DescartesResearch / TeaStore

A micro-service reference test application for model extraction, cloud management, energy efficiency, power prediction, single- and multi-tier auto-scaling
https://se.informatik.uni-wuerzburg.de
Apache License 2.0
122 stars 142 forks source link

Irritating results #180

Closed Angi2412 closed 3 years ago

Angi2412 commented 3 years ago

Hello,

I used the application to make some test runs with locust, but the resulting data makes not that much sense for me. Maybe you have an idea to explain that behaviour?

The shown data is from scaling the "WebUI" microservice and consists of seven runs (875 Datapoints). Each run consists of 125 different parameter variations. This means each pod resource (CPU limit, memory limit and the number of pods) has five expressions (5x5x5 = 125):

Now if I look at the correlation matrix, the number of pods does not seem correlated to the average response time? Correlation

And then when I, for example, look at the relationship between average response time and CPU limit, which are correlated negatively it makes no sense... Here the memory limit is set to its median: cpu_limi_average _response_time_median

These are just examples.. there are more irritating results...

SimonEismann commented 3 years ago

These results do indeed look weird :)

Before we can dive deeper into what might be going on, could you help me better understand your experiment setup?

As far as I understand, you have deployed all tea store services and now you are investigating the impact of different configuration parameters for the WebUI container (CPU, Memory, #pods) with 5 potential values for each parameter. Here you measured every possible configuration (125) seven times (--> 875 experiments)

Can you describe how each individual experiment is configured:

Angi2412 commented 3 years ago

Thanks again for the fast response.

SimonEismann commented 3 years ago

A few things of the top of my hat:

Overall, your setup looks pretty good, to be honest.

Angi2412 commented 3 years ago

Could there be any weird dependency on the other services that explains this behaviour?

Angi2412 commented 3 years ago

In a 3-minute experiment with minimum resources, locust counts 306 requests (3.1 per second), from which 117 failed (1.5 per second).

SimonEismann commented 3 years ago

Your experiment setup looks reasonable in terms of exp durations/load/cooldown times.

So my theory right now would be that the failed request are the reason that the reported response times look so weird, so let's try getting rid of those first. Here I would look into two things:

SimonEismann commented 3 years ago

In terms of expected requests your configuration can handle, I don't have any experience with your exact container sizes, but in this paper: https://doi.org/10.1145/3358960.3379124 we had resource requests of 420m, and limits of 2000m, a setup with 8 pods for each service was able to handle at least 900 requests/seconds. So my gut feeling would be 1.5 req/s seem okay for a 300m instance, but definitely somewhat on the lower side.

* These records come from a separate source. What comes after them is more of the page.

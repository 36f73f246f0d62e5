"""Code actions: verified rewrites (quick fixes and fix-all), a range comment, an ignore comment.

Each action is planned first (title, kind, the findings it addresses) with its text edits computed by a
function, so that clients with `codeAction/resolve` get the edits only when they pick an action and
clients without it (eglot 1.9) get them at once.
"""
from __future__ import annotations

import ast
import re
from dataclasses import dataclass, field
from functools import lru_cache
from typing import Callable

from condhint.expr import Span
from condhint.findings import Finding, Fix
from condhint.engine import ModuleAnalysis
from condhint.fixing import quick_fix_title, rewrites
from condhint.lsp.textedits import LineFacts, Replacement, add_clause, comment_line_before, diff
from condhint.messages import num
from condhint.reading.comments import PLACEHOLDERS
from condhint.site import Site

QUICKFIX = "quickfix"
REFACTOR = "refactor.rewrite"
FIX_ALL = "source.fixAll.condhint"
KINDS = (QUICKFIX, REFACTOR, FIX_ALL)
_DECLARABLE = re.compile(r"^[A-Za-z_]\w*(?:\.[A-Za-z_]\w*)*$")


@dataclass
class Plan:
    id: str
    title: str
    kind: str
    findings: list[Finding]
    edits: Callable[[], list[Replacement]] = field(repr=False)
    preferred: bool = False


def wanted(kind: str, only: list[str] | None) -> bool:
    return not only or any(kind == o or kind.startswith(o + ".") for o in only)


def overlaps(span: Span, start: tuple[int, int], end: tuple[int, int]) -> bool:
    return (span.line, span.col) <= end and start <= (span.end_line, span.end_col)


# ---- rewrites -------------------------------------------------------------------------------------------------
def _applied(text: str, fixes: list[Fix]) -> Callable[[], list[Replacement]]:
    def edits() -> list[Replacement]:
        engine = rewrites()
        if engine is None:
            return []
        return diff(text, engine.apply_fixes(text, fixes))

    return edits


def fix_plans(text: str, finding: Finding, fixes: list[Fix]) -> list[Plan]:
    return [Plan(f"fix:{finding.fingerprint()}:{i}", quick_fix_title(fix, finding), QUICKFIX, [finding],
                 _applied(text, [fix]), preferred=(i == 0)) for i, fix in enumerate(fixes)]


def fix_all_plan(text: str, chosen: list[tuple[Finding, Fix]], pending: int = 0) -> Plan | None:
    """One action applying the best fix of every finding (skipping fixes that overlap an earlier one); its title
    says how many searches are still running (those fixes are not in it: ask again to include them)."""
    picked: list[tuple[Finding, Fix]] = []
    for f, fix in sorted(chosen, key=lambda p: (p[1].span.line, p[1].span.col)):
        if picked and not (picked[-1][1].span.end_line, picked[-1][1].span.end_col) <= (fix.span.line, fix.span.col):
            continue
        picked.append((f, fix))
    if not picked:
        return None
    n = len(picked)
    more = f" ({pending} still searching)" if pending else ""
    return Plan("fixall", f"Apply {n} verified condhint rewrite{'s' if n != 1 else ''}{more}", FIX_ALL,
                [f for f, _ in picked], _applied(text, [fix for _, fix in picked]))


# ---- comments -------------------------------------------------------------------------------------------------
def ignore_plan(lines: list[str], facts: LineFacts, finding: Finding) -> Plan | None:
    if finding.code == "CH001":
        return None
    clause = f"ignore[{finding.code}]"
    for line in dict.fromkeys((finding.span.end_line, finding.span.line)):
        edit = add_clause(lines, facts, line, clause)
        if edit is not None:
            return Plan(f"ignore:{finding.fingerprint()}", f"Ignore {finding.code} {finding.name} on this line "
                        f"(# condhint: {clause})", QUICKFIX, [finding], lambda e=edit: [e])
    return None


@lru_cache(maxsize=256)
def _defs(text: str) -> tuple[tuple[int, int, int, int], ...]:
    """(def line, end line, first body line, body on the def line) of every function in a text."""
    try:
        tree = ast.parse(text)
    except (SyntaxError, ValueError, RecursionError, MemoryError):
        return ()
    out = []
    for node in ast.walk(tree):
        if isinstance(node, (ast.FunctionDef, ast.AsyncFunctionDef)) and node.body:
            first = node.body[0].lineno
            out.append((node.lineno, node.end_lineno or node.lineno, first, int(first == node.lineno)))
    return tuple(out)


def default_inputs(names: list[str], bounds: dict[str, tuple[float, float]], sources: dict[str, str]
                   ) -> dict[str, tuple[float, float]]:
    """Inputs analysed on the default range that a comment can name."""
    return {n: bounds[n] for n in names if sources.get(n, "default") == "default" and _DECLARABLE.match(n)}


def range_plan(lines: list[str], facts: LineFacts, text: str, site: Site,
               inputs: dict[str, tuple[float, float]], findings: list[Finding]) -> Plan | None:
    """Insert `# condhint: low <= x <= high` for inputs sampled on the default range (on the def line, or as
    the function's first line when the def line has another comment; above the statement at module level).
    The bounds are placeholders the user fills in (tab stops where the client takes snippet edits): the guessed
    range is never written down as if the user had chosen it, and an unfilled one reads as CH001."""
    if not inputs:
        return None
    clause = ", ".join(f"{PLACEHOLDERS[0]} <= {name} <= {PLACEHOLDERS[1]}" for name in inputs)
    snippet = ", ".join(f"${{{2 * i + 1}:{PLACEHOLDERS[0]}}} <= {name} <= ${{{2 * i + 2}:{PLACEHOLDERS[1]}}}"
                        for i, name in enumerate(inputs))
    line = site.statement_line
    enclosing = [d for d in _defs(text) if d[0] <= line <= d[1]]
    edit: Replacement | None
    if enclosing:
        def_line, _, body_line, same = max(enclosing, key=lambda d: d[0])
        edit = add_clause(lines, facts, def_line, clause, snippet)
        if edit is None and not same:
            edit = comment_line_before(lines, body_line, clause, snippet)
    else:
        edit = comment_line_before(lines, line, clause, snippet)
    if edit is None:
        return None
    names = ", ".join(inputs)
    lo, hi = next(iter(inputs.values()))
    kind = QUICKFIX if findings else REFACTOR
    return Plan(f"range:{site.scope}:{names}",
                f"Declare the range of {names} (sampled now on the assumed [{num(lo, 3)}, {num(hi, 3)}])",
                kind, findings, lambda: [edit])


# ---- all actions for a range ------------------------------------------------------------------------------------
def findings_in(result: ModuleAnalysis, start: tuple[int, int], end: tuple[int, int],
                fingerprints: set[str]) -> list[Finding]:
    return [f for f in result.findings if overlaps(f.span, start, end) or f.fingerprint() in fingerprints]


def comment_plans(lines: list[str], result: ModuleAnalysis, findings: list[Finding],
                  start: tuple[int, int]) -> list[Plan]:
    """Ignore actions for the findings, and range-comment actions for their sites (or the expression at the
    cursor) when those were analysed on the default range."""
    facts = LineFacts.of("\n".join(lines))
    plans: list[Plan] = []
    ranged: dict[int, tuple[Site, list[Finding], dict[str, tuple[float, float]]]] = {}
    for f in findings:
        p = ignore_plan(lines, facts, f)
        if p is not None:
            plans.append(p)
        site = result.site_of(f)
        if site is None:
            continue
        names = list(f.inputs)
        inputs = default_inputs(names, {k: (v.low, v.high) for k, v in f.inputs.items()},
                                {k: v.source for k, v in f.inputs.items()})
        entry = ranged.setdefault(id(site), (site, [], inputs))
        entry[1].append(f)
    if not ranged:
        hit = result.node_at(*start)
        if hit is not None:
            site, _ = hit
            a = result.analysis_of(site)
            if a is not None:
                ranged[id(site)] = (site, [], default_inputs(a.names, a.bounds, a.sources))
    text = result.index.text if result.index is not None else ""
    for site, fs, inputs in ranged.values():
        p = range_plan(lines, facts, text, site, inputs, fs)
        if p is not None and all(q.id != p.id for q in plans):
            plans.append(p)
    return plans
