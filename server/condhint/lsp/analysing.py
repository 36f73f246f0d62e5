"""Scheduling analyses: debounced per document, run off the event loop, stale work abandoned.

An analysis belongs to one generation of a document (bumped on every change and settings change). It runs
on the analysis thread; between top-level definitions it checks whether a newer generation arrived and
gives up if so. Results are published (or kept for pull requests) only if they are still current.
"""
from __future__ import annotations

import asyncio
import gc
import logging
import time
import uuid
from concurrent.futures import ThreadPoolExecutor
from functools import partial
from pathlib import Path
from typing import TYPE_CHECKING

from lsprotocol import types

from condhint.engine import DEFAULT_CACHE, Abandoned, ModuleAnalysis, UnitCache, analyse_module
from condhint.expr import topological
from condhint.lsp.convert import Positions, to_lsp_diagnostic
from condhint.lsp.state import DocumentState, relative_to

if TYPE_CHECKING:
    from condhint.lsp.server import CondhintServer

log = logging.getLogger(__name__)

PROGRESS_AFTER = 0.3  # seconds: shorter analyses show no progress
PROGRESS_EVERY = 0.25
COLLECT_AFTER = 3.0  # seconds without analyses before the cyclic garbage collector runs in full
GARBAGE_SHARE = 0.25  # objects frozen between full collections, as a share of those the last one kept


class Analyser:
    def __init__(self, ls: "CondhintServer") -> None:
        self.ls = ls
        self.pool = ThreadPoolExecutor(max_workers=1, thread_name_prefix="condhint-analysis")
        self.units = UnitCache()
        self._failed: set[str] = set()
        self._collect: asyncio.TimerHandle | None = None
        self._kept = 0  # objects the last full collection kept (then froze)
        self._frozen_since = 0  # objects frozen after each analysis since then

    # ---- scheduling ---------------------------------------------------------------------------------------
    def schedule(self, state: DocumentState, delay: float | None = None) -> None:
        """(Re)start the analysis of the document's current text after `delay` (default: the debounce)."""
        if state.closed:
            return
        if state.pending is not None:
            state.pending.cancel()
        loop = asyncio.get_running_loop()
        if state.ready is None or state.ready.done():
            state.ready = loop.create_future()
        wait = self.ls.settings.debounce if delay is None else delay
        self.ls.background.idle.clear()  # background jobs wait for the analysis
        state.pending = loop.create_task(self._run(state, state.generation, wait))
        state.pending.add_done_callback(lambda _: self._maybe_idle())

    def _maybe_idle(self) -> None:
        if all(s.pending is None or s.pending.done() for s in self.ls.docs):
            self.ls.background.idle.set()

    async def result(self, state: DocumentState, timeout: float = 10.0) -> ModuleAnalysis | None:
        """The analysis of the document's current text: waits for it (starting it at once if nothing is
        scheduled); None after `timeout` seconds."""
        loop = asyncio.get_running_loop()
        end = loop.time() + timeout
        while not state.closed:
            if state.current:
                return state.result
            if state.pending is None or state.pending.done():
                self.schedule(state, 0.0)
            fut = state.ready
            assert fut is not None
            try:
                return await asyncio.wait_for(asyncio.shield(fut), max(end - loop.time(), 0.0))
            except asyncio.TimeoutError:
                return None
            except asyncio.CancelledError:
                task = asyncio.current_task()
                if task is not None and task.cancelling():
                    raise  # this request was cancelled
                # a newer version arrived while waiting: wait for that one
        return None

    async def _run(self, state: DocumentState, generation: int, delay: float) -> None:
        if delay > 0:
            await asyncio.sleep(delay)
        if state.generation != generation or state.closed:
            return
        ls = self.ls
        cfg = ls.settings.analysis_config.for_path(relative_to(state.path, ls.root))
        text, lines, version = state.text, state.lines, state.version

        def abandoned() -> bool:
            return state.generation != generation or state.closed

        def progress(done: int, total: int) -> None:
            state.progress = (done, total)

        state.progress = (0, 0)
        job = partial(analyse_module, text, state.path, cfg, DEFAULT_CACHE, units=self.units, tolerant=True,
                      abandoned=abandoned, progress=progress)
        fut = asyncio.get_running_loop().run_in_executor(self.pool, job)
        try:
            result = await self._with_progress(state, fut)
        except Abandoned:
            return
        except Exception as exc:  # noqa: BLE001 - the server keeps running; one message per kind of failure
            log.exception("analysis of %s failed", state.uri)
            kind = type(exc).__name__
            if kind not in self._failed:
                self._failed.add(kind)
                ls.tell(f"condhint could not analyse {Path(state.path).name}: {kind}: {exc}", error=True)
            if state.generation == generation and state.ready is not None and not state.ready.done():
                state.ready.set_result(None)  # waiters get no result now, rather than after their timeout
            return
        if state.generation != generation or state.closed:
            return  # never publish results computed for an older version
        if result.index is not None:
            result.index.release()  # parsed again if a fix needs it: each version's tree is not kept
        state.result, state.result_version, state.result_lines = result, generation, lines
        state.result_doc_version = version
        state.diagnostics = None
        log.info("analysed %s v%s: %d findings, %d units analysed, %d reused, %d expressions, %.3f s",
                 Path(state.path).name, version, len(result.findings), result.analysed, result.reused,
                 result.site_misses, result.seconds)
        if state.ready is not None and not state.ready.done():
            state.ready.set_result(result)
        if not ls.pull:
            self.publish(state)
        self.enrich(state, cfg)
        self._keep_gc_off_the_path()

    # ---- garbage collection ---------------------------------------------------------------------------------
    def _keep_gc_off_the_path(self) -> None:
        """The caches hold millions of objects; a full collection in the middle of an edit's analysis costs
        tens of milliseconds. Freeze what exists now (collections skip it), and collect in full once the
        user has paused. Frozen objects include the analysis's garbage cycles, so a user who never pauses
        gets a full collection here, between analyses, once the objects frozen since the last one reach a
        quarter of those it kept (CPython's own rule for its oldest generation): memory stays bounded.
        Counting the young generations costs what the analysis allocated; counting frozen objects
        (`gc.get_freeze_count`) walks all of them, so that is done only after a full collection."""
        young = sum(len(gc.get_objects(generation)) for generation in range(3))
        gc.freeze()
        if self._collect is not None:
            self._collect.cancel()
            self._collect = None
        if self._kept:
            self._frozen_since += young
        else:
            self._kept = gc.get_freeze_count()  # the first analysis sets the base
        if self._frozen_since > GARBAGE_SHARE * self._kept:
            self._collect_in_full()
        else:
            self._collect = asyncio.get_running_loop().call_later(COLLECT_AFTER, self._collect_when_idle)

    def _collect_when_idle(self) -> None:
        self._collect = None
        if any(s.pending is not None and not s.pending.done() for s in self.ls.docs):
            self._collect = asyncio.get_running_loop().call_later(COLLECT_AFTER, self._collect_when_idle)
            return
        self._collect_in_full()

    def _collect_in_full(self) -> None:
        t0 = time.perf_counter()
        gc.unfreeze()
        freed = gc.collect()
        gc.freeze()
        self._kept, self._frozen_since = gc.get_freeze_count(), 0
        log.info("full garbage collection: %d objects freed, %d kept, %.0f ms", freed, self._kept,
                 1000 * (time.perf_counter() - t0))

    async def _with_progress(self, state: DocumentState, fut: asyncio.Future) -> ModuleAnalysis:
        done, _ = await asyncio.wait({fut}, timeout=PROGRESS_AFTER)
        if done or not self.ls.can_report_progress:
            return await fut
        token = f"condhint-{uuid.uuid4()}"
        progress = self.ls.work_done_progress
        try:
            await asyncio.wait_for(progress.create_async(token), 2.0)
        except Exception:  # noqa: BLE001 - a client that refuses progress still gets diagnostics
            return await fut
        name = Path(state.path).name
        progress.begin(token, types.WorkDoneProgressBegin(title="condhint", message=f"analysing {name}",
                                                          percentage=0, cancellable=False))
        try:
            while True:
                done, _ = await asyncio.wait({fut}, timeout=PROGRESS_EVERY)
                if done:
                    return fut.result()
                d, t = state.progress
                progress.report(token, types.WorkDoneProgressReport(
                    message=f"{name}: {d} of {t} parts", percentage=int(100 * d / t) if t else 0))
        finally:
            progress.end(token, types.WorkDoneProgressEnd(message=f"{name} analysed"))

    # ---- results ------------------------------------------------------------------------------------------
    def diagnostics(self, state: DocumentState) -> list[types.Diagnostic]:
        if state.result is None:
            return []
        if state.diagnostics is None:
            pos = Positions(state.result_lines, self.ls.codec)
            state.diagnostics = [to_lsp_diagnostic(f, pos, state.uri, self.ls.related_information)
                                 for f in state.result.findings]
        return state.diagnostics

    def publish(self, state: DocumentState) -> None:
        self.ls.text_document_publish_diagnostics(types.PublishDiagnosticsParams(
            uri=state.uri, diagnostics=self.diagnostics(state), version=state.result_doc_version))

    def clear(self, uri: str) -> None:
        self.ls.text_document_publish_diagnostics(types.PublishDiagnosticsParams(uri=uri, diagnostics=[]))

    def enrich(self, state: DocumentState, cfg) -> None:  # noqa: ANN001 - condhint.config.Config
        """Queue the κ formulas and rewrite searches of the findings, for hover and code actions."""
        bg = self.ls.background
        bg.formulas.forget_queue()
        bg.fixes.forget_queue()
        formulas = self.ls.settings.config.kappa_formula
        fixes = self.ls.settings.config.fixes
        assert state.result is not None
        result = state.result
        for f in result.findings:
            site = result.site_of(f)
            if site is None:
                continue
            if formulas:
                node = next((n for n in topological(site.root) if n.span == f.span), site.root)
                bg.formula_later(site, node, cfg)
            if fixes:
                bg.fixes_later(f, result, cfg)

    def shutdown(self) -> None:
        self.pool.shutdown(wait=False, cancel_futures=True)
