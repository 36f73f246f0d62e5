"""Shared test helpers: analyse source text in one line."""
from __future__ import annotations

import textwrap

import pytest

from condhint.config import Config, apply_settings
from condhint.engine import analyse_module
from condhint.findings import Finding


def findings(source: str, min_severity: str = "info", **settings) -> list[Finding]:
    cfg, errors = apply_settings(Config(min_severity=min_severity), settings)
    assert not errors, errors
    return analyse_module(textwrap.dedent(source), "t.py", cfg, cache=None).report.findings


def codes(source: str, **settings) -> list[str]:
    return [f.code for f in findings(source, **settings)]


@pytest.fixture
def analyse_src():
    def run(source: str, **settings):
        cfg, errors = apply_settings(Config(), settings)
        assert not errors
        return analyse_module(textwrap.dedent(source), "t.py", cfg, cache=None)

    return run
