"""Notebook documents (LSP 3.17 `notebookDocument/*`): the Python cells of a notebook analysed as one module.

The code cells are joined in order, so names defined in earlier cells are known in later ones; IPython magics
and shell escapes are neutralised and unparsable cells left out (with one CH001 on the cell) exactly as
`condhint check` does for `.ipynb` files (`review/notebooks.py`). The joined text is one `DocumentState` under
the notebook's URI, analysed like any document; diagnostics, hovers and code actions are moved to the cell they
fall in, lines counted within the cell. Joined lines and cell lines hold the same text (magic lines aside), so
columns need no conversion.
"""
from __future__ import annotations

from dataclasses import dataclass, field
from typing import TYPE_CHECKING, Any, Callable

from attrs import evolve
from lsprotocol import types

from condhint.findings import Finding
from condhint.lsp import handlers
from condhint.lsp.analysing import Analyser
from condhint.lsp.convert import Positions, result_id, to_lsp_diagnostic
from condhint.lsp.state import DocumentState
from condhint.review.notebooks import cells_of, join_cells

if TYPE_CHECKING:
    from condhint.lsp.server import CondhintServer

NOTEBOOK_SYNC = types.NotebookDocumentSyncOptions(
    notebook_selector=[types.NotebookDocumentFilterWithCells(
        notebook="*", cells=[types.NotebookCellLanguage(language="python")])],
    save=True)


@dataclass
class Cell:
    uri: str
    first: int  # 0-based line of the joined text where the cell starts; -1 when it is left out
    count: int  # lines of the cell in the joined text
    lines: list[str]  # the cell's own text, for positions of findings reported on it directly

    def holds(self, joined_line: int) -> bool:
        return self.first >= 0 and self.first <= joined_line < self.first + self.count


@dataclass
class NotebookState(DocumentState):
    cells: list[Cell] = field(default_factory=list)
    unparsed: list[Finding] = field(default_factory=list)  # CH001 of cells left out; `cell` is 1-based

    def cell(self, uri: str) -> Cell | None:
        return next((c for c in self.cells if c.uri == uri), None)

    def cell_at(self, joined_line: int) -> Cell | None:
        return next((c for c in self.cells if c.holds(joined_line)), None)


def _layout(ls: "CondhintServer", uri: str) -> tuple[str, list[Cell], list[Finding]]:
    """The joined text of the notebook's Python code cells, where each cell sits in it, and CH001s."""
    notebook = ls.workspace.get_notebook_document(notebook_uri=uri)
    docs = [ls.workspace.get_text_document(c.document) for c in notebook.cells if c.kind == types.NotebookCellKind.Code] \
        if notebook is not None else []
    docs = [d for d in docs if d.language_id in (None, "python")]
    code = cells_of({"cells": [{"cell_type": "code", "source": d.source} for d in docs]})
    text, where, unparsed = join_cells(code, ls.path_of(uri))
    placed = {number: (first - 1, count) for first, count, number in where}
    cells = [Cell(d.uri, *placed.get(i, (-1, 0)), d.lines) for i, d in enumerate(docs, 1)]
    return text, cells, unparsed


def _refresh(ls: "CondhintServer", state: NotebookState) -> None:
    text, state.cells, state.unparsed = _layout(ls, state.uri)
    notebook = ls.workspace.get_notebook_document(notebook_uri=state.uri)
    state.update(text, notebook.version if notebook is not None else None)


# ---- synchronisation ---------------------------------------------------------------------------------------
def did_open(ls: "CondhintServer", params: types.DidOpenNotebookDocumentParams) -> None:
    nb = params.notebook_document
    state = ls.docs.add(NotebookState(nb.uri, ls.path_of(nb.uri), nb.version, ""))
    _refresh(ls, state)
    ls.analyser.schedule(state, 0.0)


def did_change(ls: "CondhintServer", params: types.DidChangeNotebookDocumentParams) -> None:
    state = ls.docs.get(params.notebook_document.uri)
    if not isinstance(state, NotebookState):
        return
    before = {c.uri for c in state.cells}
    _refresh(ls, state)
    gone = before - {c.uri for c in state.cells}
    for uri in gone:  # deleted cells (or cells no longer Python) keep no diagnostics
        ls.analyser.clear(uri)
    ls.analyser.schedule(state)


def did_save(ls: "CondhintServer", params: types.DidSaveNotebookDocumentParams) -> None:
    state = ls.docs.get(params.notebook_document.uri)
    if isinstance(state, NotebookState):
        ls.analyser.schedule(state)


def did_close(ls: "CondhintServer", params: types.DidCloseNotebookDocumentParams) -> None:
    state = ls.docs.close(params.notebook_document.uri)
    if isinstance(state, NotebookState):  # pushed even to pulling clients (see NotebookAnalyser)
        for cell in state.cells:
            ls.analyser.clear(cell.uri)


# ---- diagnostics per cell ----------------------------------------------------------------------------------
def _shift_range(r: types.Range, lines: int) -> types.Range:
    return types.Range(start=types.Position(r.start.line + lines, r.start.character),
                       end=types.Position(r.end.line + lines, r.end.character))


def cell_diagnostics(ls: "CondhintServer", state: NotebookState, cell: Cell) -> list[types.Diagnostic]:
    out = []
    for d in ls.analyser.diagnostics(state):
        if not cell.holds(d.range.start.line):
            continue
        related = [evolve(r, location=types.Location(uri=owner.uri, range=_shift_range(r.location.range, -owner.first)))
                   for r in d.related_information or []
                   if (owner := state.cell_at(r.location.range.start.line)) is not None] or None
        out.append(evolve(d, range=_shift_range(d.range, -cell.first), related_information=related))
    number = state.cells.index(cell) + 1
    pos = Positions(cell.lines, ls.codec)
    out += [to_lsp_diagnostic(f, pos, cell.uri, False) for f in state.unparsed if f.cell == number]
    return out


class NotebookAnalyser(Analyser):
    """Publishes a notebook's diagnostics on its cells (every cell, so fixed ones are cleared)."""

    def enrich(self, state: DocumentState, cfg) -> None:  # noqa: ANN001 - condhint.config.Config
        """Runs after every analysis that is still current. vscode-languageclient 9 pulls diagnostics only for
        documents shown in text tabs, never for notebook cells: a notebook's are pushed to pulling clients too."""
        if isinstance(state, NotebookState) and self.ls.pull:
            self.publish(state)
        super().enrich(state, cfg)

    def publish(self, state: DocumentState) -> None:
        if not isinstance(state, NotebookState):
            return super().publish(state)
        for cell in state.cells:
            self.ls.text_document_publish_diagnostics(types.PublishDiagnosticsParams(
                uri=cell.uri, diagnostics=cell_diagnostics(self.ls, state, cell)))


# ---- requests on a cell: translate to the joined text and back ---------------------------------------------
def _owner(ls: "CondhintServer", uri: str) -> tuple[NotebookState, Cell] | None:
    notebook = ls.workspace.get_notebook_document(cell_uri=uri)
    state = ls.docs.get(notebook.uri) if notebook is not None else None
    cell = state.cell(uri) if isinstance(state, NotebookState) else None
    return (state, cell) if cell is not None and cell.first >= 0 else None  # type: ignore[return-value]


async def pull_diagnostics(ls: "CondhintServer", params: types.DocumentDiagnosticParams
                           ) -> types.DocumentDiagnosticReport:
    owner = _owner(ls, params.text_document.uri)
    if owner is None:
        return await handlers.pull_diagnostics(ls, params)
    state, cell = owner
    await ls.analyser.result(state, 60.0)
    items = cell_diagnostics(ls, state, cell)
    rid = result_id(items)
    if params.previous_result_id == rid:
        return types.RelatedUnchangedDocumentDiagnosticReport(result_id=rid)
    return types.RelatedFullDocumentDiagnosticReport(items=items, result_id=rid)


async def hover(ls: "CondhintServer", params: types.HoverParams) -> types.Hover | None:
    owner = _owner(ls, params.text_document.uri)
    if owner is None:
        return await handlers.hover(ls, params)
    state, cell = owner
    moved = evolve(params, text_document=types.TextDocumentIdentifier(state.uri),
                    position=types.Position(params.position.line + cell.first, params.position.character))
    result = await handlers.hover(ls, moved)
    if result is not None and result.range is not None:
        result.range = _shift_range(result.range, -cell.first)
    return result


async def code_actions(ls: "CondhintServer", params: types.CodeActionParams) -> list[types.CodeAction] | None:
    owner = _owner(ls, params.text_document.uri)
    if owner is None:
        return await handlers.code_actions(ls, params)
    state, cell = owner
    moved = evolve(params, text_document=types.TextDocumentIdentifier(state.uri),
                    range=_shift_range(params.range, cell.first))
    actions = await handlers.code_actions(ls, moved) or []
    out = []
    for action in actions:
        if action.diagnostics:
            action.diagnostics = [evolve(d, range=_shift_range(d.range, -cell.first)) for d in action.diagnostics
                                  if cell.holds(d.range.start.line)] or None
        if action.edit is not None:
            action.edit = _to_cells(ls, state, action.edit)
            if action.edit is None:
                continue  # an edit that spans cells: not offered
        out.append(action)
    return out


def resolve_code_action(ls: "CondhintServer", action: types.CodeAction) -> types.CodeAction:
    action = handlers.resolve_code_action(ls, action)
    data = action.data if isinstance(action.data, dict) else {}
    state = ls.docs.get(str(data.get("uri", "")))
    if isinstance(state, NotebookState) and action.edit is not None:
        action.edit = _to_cells(ls, state, action.edit)
    return action


def _to_cells(ls: "CondhintServer", state: NotebookState, edit: types.WorkspaceEdit) -> types.WorkspaceEdit | None:
    """The edit of the joined text as edits of the cells; None if one text edit does not fit in one cell."""
    edits: list[types.TextEdit | types.SnippetTextEdit] = []
    for change in edit.document_changes or []:
        edits += [e for e in change.edits if isinstance(e, (types.TextEdit, types.SnippetTextEdit))]
    for uri_edits in (edit.changes or {}).values():
        edits += uri_edits
    by_cell: dict[str, list[types.TextEdit | types.SnippetTextEdit]] = {}
    for e in edits:
        cell = state.cell_at(e.range.start.line)
        end = e.range.end
        if cell is None or not (cell.holds(end.line) or (end.line == cell.first + cell.count and end.character == 0)):
            return None
        shifted = _shift_range(e.range, -cell.first)
        by_cell.setdefault(cell.uri, []).append(
            types.SnippetTextEdit(shifted, e.snippet) if isinstance(e, types.SnippetTextEdit)
            else types.TextEdit(shifted, e.new_text))
    if edit.document_changes is not None:
        version: Callable[[str], Any] = lambda uri: ls.workspace.get_text_document(uri).version
        return types.WorkspaceEdit(document_changes=[types.TextDocumentEdit(
            types.OptionalVersionedTextDocumentIdentifier(uri=uri, version=version(uri)), list(es))
            for uri, es in by_cell.items()])
    return types.WorkspaceEdit(changes=by_cell)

Angi2412 commented 3 years ago

I did a run with 27 (3 x 3 x 3) iterations and 50 users with a spawn rate of 1 per second. The parameter variations were as follows: CPU limit: 100m, 200m and 300m Memory limit: 500Mi, 600Mi and 700Mi Number of Pods: 1, 2 and 3

The resulting plots are still irritating. This image shows the relationship for each parameter with the target average response time. The not observed parameters are each set to minimum, median and maximum. Observations

The most occurring error codes are 500, 302 and 404. For example in the minimum variation they happened the following amount:

Error Code Amount
302 6
404 12
500 14
Angi2412 commented 3 years ago

I did now filter the average response time so that only requests with a response smaller than 300 are taken into account. The overall average response time is now lower, but the course of the plots are still the same except for the number of pods with maximum CPU and memory limit.

filtered status code

Angi2412 commented 3 years ago

Is there maybe any kind of dataset already available?

SimonEismann commented 3 years ago

So there still seem to be some things off, but the results already look better. I think to dive deeper here, we probably need some more details, here are some ideas on what might help:

If you want, we can also schedule a skype call to go over this (would need to switch to e-mail to exchange skype ids).

Angi2412 commented 3 years ago

A skype call would be great. My e-mail address is provided on my profile page.